* Exercise requirements *
From the entries that follow, pick out all lines holding "strlen".

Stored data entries
[Start of Attachment]
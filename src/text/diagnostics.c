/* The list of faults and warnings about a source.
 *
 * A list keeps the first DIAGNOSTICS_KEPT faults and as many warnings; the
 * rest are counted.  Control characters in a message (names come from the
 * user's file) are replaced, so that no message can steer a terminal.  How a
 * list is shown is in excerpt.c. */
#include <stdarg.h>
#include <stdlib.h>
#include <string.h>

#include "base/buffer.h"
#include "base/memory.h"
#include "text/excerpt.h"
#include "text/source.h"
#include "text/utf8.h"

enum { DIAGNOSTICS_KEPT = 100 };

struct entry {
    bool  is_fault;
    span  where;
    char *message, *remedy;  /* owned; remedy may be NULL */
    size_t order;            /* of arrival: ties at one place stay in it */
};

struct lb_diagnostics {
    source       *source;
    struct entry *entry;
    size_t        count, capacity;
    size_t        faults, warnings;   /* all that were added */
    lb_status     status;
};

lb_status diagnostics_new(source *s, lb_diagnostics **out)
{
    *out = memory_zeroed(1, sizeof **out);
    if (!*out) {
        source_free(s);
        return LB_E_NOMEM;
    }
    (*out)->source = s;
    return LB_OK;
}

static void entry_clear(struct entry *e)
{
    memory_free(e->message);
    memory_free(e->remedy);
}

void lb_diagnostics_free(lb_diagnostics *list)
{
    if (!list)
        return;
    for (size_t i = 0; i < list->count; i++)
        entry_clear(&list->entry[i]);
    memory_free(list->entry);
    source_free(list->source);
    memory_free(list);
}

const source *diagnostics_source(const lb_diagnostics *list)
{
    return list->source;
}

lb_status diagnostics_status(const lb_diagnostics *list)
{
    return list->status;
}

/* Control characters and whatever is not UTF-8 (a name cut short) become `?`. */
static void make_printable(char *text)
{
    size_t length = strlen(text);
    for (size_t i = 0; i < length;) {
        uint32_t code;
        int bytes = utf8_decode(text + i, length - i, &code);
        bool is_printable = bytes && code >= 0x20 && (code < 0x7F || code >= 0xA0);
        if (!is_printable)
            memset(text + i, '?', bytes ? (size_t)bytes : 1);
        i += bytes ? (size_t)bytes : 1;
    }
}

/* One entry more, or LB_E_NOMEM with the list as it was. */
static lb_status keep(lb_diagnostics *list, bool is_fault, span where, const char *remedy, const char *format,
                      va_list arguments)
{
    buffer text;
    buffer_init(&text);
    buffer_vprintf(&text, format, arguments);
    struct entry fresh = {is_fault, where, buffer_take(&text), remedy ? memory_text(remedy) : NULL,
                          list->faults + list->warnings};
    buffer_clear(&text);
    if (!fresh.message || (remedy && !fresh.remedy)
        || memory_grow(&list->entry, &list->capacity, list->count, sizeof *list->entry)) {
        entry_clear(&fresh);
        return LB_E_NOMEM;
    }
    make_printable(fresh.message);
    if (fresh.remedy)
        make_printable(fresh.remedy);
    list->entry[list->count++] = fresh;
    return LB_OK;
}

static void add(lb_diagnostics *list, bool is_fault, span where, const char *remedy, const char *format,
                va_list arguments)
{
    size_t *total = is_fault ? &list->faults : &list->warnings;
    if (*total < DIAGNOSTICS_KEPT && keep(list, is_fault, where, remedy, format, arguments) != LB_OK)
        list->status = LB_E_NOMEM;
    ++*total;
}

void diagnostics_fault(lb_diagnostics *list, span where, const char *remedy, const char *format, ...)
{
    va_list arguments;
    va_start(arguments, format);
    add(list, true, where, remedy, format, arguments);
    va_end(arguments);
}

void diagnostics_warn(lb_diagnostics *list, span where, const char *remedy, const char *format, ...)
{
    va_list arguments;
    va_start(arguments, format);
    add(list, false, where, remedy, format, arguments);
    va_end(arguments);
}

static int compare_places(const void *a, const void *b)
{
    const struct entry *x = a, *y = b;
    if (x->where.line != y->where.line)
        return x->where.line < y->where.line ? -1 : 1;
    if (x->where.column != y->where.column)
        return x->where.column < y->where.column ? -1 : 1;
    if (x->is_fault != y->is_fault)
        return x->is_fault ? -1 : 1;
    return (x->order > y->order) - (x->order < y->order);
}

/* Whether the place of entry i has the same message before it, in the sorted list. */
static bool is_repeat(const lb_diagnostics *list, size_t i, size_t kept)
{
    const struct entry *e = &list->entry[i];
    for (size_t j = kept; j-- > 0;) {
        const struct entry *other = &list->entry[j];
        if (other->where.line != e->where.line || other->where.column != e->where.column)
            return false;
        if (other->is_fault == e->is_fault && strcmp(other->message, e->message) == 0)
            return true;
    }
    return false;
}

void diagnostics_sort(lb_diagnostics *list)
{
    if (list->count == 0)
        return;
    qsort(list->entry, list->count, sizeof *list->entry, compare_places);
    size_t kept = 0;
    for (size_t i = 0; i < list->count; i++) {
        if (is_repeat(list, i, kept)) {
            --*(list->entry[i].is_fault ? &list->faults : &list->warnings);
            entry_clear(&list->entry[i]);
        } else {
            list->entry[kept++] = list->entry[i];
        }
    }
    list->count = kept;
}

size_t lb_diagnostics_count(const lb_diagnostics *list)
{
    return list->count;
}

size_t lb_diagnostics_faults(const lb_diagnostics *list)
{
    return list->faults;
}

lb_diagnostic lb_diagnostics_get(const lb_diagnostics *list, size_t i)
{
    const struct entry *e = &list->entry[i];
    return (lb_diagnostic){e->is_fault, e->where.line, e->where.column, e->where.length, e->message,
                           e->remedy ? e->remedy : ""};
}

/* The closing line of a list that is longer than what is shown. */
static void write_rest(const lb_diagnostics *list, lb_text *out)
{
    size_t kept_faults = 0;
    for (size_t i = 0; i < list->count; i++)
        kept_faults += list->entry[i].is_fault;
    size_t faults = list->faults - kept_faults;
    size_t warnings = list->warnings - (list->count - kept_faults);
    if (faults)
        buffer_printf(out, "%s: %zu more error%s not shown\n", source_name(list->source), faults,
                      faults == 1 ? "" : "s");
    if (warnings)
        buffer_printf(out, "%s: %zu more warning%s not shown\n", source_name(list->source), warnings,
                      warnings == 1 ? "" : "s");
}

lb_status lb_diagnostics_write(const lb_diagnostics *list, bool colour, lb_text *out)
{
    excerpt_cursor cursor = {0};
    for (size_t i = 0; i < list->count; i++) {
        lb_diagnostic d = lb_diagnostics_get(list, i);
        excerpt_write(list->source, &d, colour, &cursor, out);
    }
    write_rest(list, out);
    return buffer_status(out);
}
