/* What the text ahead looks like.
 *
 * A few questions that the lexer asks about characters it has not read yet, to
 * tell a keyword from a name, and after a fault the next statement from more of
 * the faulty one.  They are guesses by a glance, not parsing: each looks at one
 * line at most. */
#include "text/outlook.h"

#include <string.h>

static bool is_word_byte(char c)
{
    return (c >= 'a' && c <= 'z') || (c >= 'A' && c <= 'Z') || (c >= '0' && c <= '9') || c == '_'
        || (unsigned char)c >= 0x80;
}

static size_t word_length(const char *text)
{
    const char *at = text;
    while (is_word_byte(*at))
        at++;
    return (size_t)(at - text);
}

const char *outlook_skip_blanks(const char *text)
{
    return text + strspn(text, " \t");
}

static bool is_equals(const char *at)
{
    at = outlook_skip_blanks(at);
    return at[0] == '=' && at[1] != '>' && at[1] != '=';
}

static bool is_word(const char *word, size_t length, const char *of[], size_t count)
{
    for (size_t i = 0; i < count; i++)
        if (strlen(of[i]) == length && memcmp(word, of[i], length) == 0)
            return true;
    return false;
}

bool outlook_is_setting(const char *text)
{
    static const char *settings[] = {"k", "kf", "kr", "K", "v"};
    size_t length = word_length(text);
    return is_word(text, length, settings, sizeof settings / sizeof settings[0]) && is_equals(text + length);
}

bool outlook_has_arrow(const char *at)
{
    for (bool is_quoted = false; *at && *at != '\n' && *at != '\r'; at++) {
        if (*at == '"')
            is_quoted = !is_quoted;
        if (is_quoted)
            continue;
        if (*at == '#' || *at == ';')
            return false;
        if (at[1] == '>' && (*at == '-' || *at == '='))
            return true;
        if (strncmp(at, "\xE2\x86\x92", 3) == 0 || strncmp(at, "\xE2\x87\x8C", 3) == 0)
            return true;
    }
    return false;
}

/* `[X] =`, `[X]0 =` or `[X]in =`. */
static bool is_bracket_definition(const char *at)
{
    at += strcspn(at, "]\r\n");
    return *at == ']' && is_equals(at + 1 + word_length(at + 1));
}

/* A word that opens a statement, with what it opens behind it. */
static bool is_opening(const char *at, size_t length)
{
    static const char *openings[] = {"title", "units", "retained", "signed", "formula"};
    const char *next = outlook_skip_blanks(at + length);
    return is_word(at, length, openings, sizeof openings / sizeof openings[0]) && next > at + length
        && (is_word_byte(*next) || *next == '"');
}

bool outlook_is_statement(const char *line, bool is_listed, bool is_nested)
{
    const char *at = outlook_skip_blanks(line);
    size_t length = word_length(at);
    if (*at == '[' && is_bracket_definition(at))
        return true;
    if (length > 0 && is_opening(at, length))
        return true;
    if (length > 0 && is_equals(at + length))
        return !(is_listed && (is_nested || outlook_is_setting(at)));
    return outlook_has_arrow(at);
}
[End of Attachment]
* Completed task *
    size_t length = strlen(text);
        if (strlen(of[i]) == length && memcmp(word, of[i], length) == 0)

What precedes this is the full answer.